§ **Problem**
Report the number of lines in the data where the word "findings" appears, and add no other text.
_____
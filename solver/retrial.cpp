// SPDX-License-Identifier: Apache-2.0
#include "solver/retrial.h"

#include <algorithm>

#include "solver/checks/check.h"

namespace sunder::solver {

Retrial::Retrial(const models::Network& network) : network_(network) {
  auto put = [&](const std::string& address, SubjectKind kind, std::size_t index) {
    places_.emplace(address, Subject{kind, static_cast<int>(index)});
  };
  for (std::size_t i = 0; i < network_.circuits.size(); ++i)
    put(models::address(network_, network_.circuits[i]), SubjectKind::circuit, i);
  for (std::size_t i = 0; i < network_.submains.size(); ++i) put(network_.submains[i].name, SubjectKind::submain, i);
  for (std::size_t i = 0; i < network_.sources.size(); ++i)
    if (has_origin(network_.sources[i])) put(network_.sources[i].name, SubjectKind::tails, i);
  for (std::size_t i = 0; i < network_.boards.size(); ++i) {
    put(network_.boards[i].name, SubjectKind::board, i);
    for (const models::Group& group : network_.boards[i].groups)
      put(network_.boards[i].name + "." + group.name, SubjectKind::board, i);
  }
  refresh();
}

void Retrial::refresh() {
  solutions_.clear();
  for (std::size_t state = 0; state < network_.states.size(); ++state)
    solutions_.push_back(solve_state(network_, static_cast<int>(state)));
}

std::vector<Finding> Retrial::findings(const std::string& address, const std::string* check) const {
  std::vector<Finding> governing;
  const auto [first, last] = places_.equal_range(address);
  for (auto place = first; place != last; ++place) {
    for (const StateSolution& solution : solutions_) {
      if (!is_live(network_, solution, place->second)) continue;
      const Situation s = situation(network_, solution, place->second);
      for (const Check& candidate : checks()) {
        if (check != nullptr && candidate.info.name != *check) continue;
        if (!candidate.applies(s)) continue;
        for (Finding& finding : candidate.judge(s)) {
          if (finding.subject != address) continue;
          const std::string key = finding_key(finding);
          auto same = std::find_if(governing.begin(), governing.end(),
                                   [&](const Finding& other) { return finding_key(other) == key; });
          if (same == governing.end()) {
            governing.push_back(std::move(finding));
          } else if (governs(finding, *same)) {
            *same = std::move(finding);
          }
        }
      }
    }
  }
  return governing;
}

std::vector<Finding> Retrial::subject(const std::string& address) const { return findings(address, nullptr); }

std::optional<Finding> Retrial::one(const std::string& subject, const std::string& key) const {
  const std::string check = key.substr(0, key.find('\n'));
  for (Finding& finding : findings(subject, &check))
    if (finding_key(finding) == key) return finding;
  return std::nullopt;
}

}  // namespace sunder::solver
_____
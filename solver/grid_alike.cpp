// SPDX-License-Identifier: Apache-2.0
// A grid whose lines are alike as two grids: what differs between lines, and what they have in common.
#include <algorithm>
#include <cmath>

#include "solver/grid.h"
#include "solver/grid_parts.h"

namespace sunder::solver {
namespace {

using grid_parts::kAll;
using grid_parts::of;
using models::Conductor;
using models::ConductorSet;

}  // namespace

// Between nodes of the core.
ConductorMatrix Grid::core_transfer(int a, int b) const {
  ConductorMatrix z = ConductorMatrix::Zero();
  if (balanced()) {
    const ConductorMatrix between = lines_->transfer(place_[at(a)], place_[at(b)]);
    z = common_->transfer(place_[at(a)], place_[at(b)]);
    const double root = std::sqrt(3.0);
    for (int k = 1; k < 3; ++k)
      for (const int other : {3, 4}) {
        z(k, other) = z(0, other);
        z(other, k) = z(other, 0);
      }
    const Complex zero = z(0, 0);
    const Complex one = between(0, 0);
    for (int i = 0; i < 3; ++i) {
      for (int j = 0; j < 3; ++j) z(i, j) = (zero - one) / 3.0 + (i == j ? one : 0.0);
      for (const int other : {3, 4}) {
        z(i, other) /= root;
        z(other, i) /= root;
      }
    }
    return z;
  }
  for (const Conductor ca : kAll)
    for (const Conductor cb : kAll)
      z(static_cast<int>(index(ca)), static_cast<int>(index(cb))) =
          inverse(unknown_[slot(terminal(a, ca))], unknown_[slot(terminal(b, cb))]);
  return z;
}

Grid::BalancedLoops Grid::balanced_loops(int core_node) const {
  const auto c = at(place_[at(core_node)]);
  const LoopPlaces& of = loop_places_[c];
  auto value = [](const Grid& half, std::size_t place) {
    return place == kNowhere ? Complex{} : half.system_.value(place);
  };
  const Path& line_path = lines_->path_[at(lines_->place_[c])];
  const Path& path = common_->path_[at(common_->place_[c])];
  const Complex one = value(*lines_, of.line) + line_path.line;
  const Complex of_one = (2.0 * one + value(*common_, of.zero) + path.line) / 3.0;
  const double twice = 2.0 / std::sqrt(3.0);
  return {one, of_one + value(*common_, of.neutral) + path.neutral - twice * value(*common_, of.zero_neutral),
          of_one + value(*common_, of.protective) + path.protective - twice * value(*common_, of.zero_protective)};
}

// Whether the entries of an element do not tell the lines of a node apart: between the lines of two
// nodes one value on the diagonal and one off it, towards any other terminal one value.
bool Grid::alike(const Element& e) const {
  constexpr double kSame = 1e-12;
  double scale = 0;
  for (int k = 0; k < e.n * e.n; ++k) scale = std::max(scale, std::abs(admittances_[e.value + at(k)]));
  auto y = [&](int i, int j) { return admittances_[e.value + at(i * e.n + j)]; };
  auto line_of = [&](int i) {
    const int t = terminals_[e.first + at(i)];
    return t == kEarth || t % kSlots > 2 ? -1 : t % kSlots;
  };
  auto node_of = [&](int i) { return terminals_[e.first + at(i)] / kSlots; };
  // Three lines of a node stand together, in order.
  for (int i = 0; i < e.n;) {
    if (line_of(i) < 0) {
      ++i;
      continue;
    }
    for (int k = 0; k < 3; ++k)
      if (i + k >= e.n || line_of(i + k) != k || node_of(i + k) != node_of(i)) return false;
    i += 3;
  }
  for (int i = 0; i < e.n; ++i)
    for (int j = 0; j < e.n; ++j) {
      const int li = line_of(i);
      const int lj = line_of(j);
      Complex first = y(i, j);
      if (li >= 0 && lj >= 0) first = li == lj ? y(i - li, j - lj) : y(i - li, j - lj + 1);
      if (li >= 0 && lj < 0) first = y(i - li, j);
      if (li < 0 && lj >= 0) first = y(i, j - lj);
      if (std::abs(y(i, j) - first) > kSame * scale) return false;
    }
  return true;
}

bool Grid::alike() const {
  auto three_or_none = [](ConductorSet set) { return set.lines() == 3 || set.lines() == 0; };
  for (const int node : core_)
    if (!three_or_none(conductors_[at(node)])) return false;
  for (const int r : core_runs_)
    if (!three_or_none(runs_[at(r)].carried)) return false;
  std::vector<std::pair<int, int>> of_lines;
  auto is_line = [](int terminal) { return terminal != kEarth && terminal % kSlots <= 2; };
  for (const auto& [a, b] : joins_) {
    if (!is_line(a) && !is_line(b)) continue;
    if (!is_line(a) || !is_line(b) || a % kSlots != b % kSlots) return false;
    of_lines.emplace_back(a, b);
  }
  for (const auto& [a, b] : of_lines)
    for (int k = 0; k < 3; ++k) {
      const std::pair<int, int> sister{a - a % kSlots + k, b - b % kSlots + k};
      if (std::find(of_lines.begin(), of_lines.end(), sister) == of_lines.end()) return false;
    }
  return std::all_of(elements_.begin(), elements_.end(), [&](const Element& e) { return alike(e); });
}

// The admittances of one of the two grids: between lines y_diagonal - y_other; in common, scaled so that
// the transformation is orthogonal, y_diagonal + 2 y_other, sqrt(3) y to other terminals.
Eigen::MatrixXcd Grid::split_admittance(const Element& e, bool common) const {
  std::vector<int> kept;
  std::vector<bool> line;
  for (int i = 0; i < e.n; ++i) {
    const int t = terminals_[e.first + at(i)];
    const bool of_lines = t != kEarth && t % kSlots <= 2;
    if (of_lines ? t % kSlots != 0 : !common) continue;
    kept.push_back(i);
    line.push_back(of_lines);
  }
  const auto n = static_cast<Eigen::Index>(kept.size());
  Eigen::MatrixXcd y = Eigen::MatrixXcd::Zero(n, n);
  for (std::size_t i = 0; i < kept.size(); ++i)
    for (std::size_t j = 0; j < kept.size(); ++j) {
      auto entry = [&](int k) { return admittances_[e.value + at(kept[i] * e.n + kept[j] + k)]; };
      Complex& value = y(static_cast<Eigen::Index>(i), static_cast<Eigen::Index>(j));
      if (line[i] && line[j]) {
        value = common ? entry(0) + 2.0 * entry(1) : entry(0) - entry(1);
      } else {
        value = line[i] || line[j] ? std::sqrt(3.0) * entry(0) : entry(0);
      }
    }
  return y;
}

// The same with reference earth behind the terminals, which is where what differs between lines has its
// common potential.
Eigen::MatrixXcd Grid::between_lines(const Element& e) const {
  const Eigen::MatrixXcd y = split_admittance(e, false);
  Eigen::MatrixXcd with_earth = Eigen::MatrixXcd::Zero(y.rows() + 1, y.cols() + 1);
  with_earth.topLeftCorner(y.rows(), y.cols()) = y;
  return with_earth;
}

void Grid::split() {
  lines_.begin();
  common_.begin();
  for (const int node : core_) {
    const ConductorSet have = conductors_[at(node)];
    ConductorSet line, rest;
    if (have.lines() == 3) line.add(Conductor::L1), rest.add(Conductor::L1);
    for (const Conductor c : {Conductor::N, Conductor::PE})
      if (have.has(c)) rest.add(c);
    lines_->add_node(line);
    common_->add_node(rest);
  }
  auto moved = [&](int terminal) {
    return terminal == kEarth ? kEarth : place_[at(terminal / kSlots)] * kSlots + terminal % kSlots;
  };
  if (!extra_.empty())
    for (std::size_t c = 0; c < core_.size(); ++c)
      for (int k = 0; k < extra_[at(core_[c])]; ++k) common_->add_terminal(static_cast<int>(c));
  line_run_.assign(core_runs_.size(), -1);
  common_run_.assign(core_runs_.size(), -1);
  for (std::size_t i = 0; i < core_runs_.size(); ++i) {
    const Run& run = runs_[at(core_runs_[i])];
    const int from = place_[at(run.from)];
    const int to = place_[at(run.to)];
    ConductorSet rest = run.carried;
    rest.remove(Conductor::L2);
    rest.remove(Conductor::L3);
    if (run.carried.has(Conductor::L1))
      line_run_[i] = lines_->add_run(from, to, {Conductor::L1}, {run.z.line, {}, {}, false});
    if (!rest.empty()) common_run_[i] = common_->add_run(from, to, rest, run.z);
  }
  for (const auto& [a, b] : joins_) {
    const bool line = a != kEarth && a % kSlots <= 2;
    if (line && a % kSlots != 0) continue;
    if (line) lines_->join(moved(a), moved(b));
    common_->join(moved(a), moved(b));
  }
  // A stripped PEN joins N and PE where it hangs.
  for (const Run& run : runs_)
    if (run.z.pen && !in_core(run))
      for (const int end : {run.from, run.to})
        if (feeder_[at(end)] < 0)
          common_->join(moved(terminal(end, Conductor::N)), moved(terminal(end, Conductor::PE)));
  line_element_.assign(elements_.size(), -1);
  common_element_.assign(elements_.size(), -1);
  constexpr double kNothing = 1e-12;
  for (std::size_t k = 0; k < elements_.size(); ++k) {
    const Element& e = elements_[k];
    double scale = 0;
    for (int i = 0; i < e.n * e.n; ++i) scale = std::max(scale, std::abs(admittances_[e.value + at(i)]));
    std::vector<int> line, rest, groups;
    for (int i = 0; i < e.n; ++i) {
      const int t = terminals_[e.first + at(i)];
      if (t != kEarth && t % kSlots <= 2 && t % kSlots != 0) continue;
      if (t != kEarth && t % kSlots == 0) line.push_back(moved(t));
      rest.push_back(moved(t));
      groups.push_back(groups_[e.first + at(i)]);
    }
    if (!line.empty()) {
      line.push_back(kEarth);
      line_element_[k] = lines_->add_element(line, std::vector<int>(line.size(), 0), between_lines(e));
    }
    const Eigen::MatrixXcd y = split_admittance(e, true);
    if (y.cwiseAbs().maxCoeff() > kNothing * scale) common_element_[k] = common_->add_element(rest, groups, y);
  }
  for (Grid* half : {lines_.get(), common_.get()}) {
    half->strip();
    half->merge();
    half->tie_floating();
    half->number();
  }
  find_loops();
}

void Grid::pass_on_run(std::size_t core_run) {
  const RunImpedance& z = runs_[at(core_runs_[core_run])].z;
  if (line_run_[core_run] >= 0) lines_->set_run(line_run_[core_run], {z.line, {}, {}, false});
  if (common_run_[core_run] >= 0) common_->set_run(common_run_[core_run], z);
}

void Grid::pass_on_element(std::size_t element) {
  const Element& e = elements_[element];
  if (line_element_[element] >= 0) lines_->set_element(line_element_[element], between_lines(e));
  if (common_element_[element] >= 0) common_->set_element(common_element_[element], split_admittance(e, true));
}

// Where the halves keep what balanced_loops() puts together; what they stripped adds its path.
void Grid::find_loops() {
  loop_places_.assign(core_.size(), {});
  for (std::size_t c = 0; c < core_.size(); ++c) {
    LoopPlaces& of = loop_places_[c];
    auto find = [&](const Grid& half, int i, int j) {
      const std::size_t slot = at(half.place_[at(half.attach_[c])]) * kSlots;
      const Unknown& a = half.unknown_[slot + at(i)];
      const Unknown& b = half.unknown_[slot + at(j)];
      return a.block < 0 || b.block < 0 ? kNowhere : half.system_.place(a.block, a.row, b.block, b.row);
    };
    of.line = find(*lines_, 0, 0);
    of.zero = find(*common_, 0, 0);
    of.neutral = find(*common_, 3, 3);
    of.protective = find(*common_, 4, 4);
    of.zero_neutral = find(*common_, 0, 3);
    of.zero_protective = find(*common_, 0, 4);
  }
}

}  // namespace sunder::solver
_____
§ **Solved exercise**
3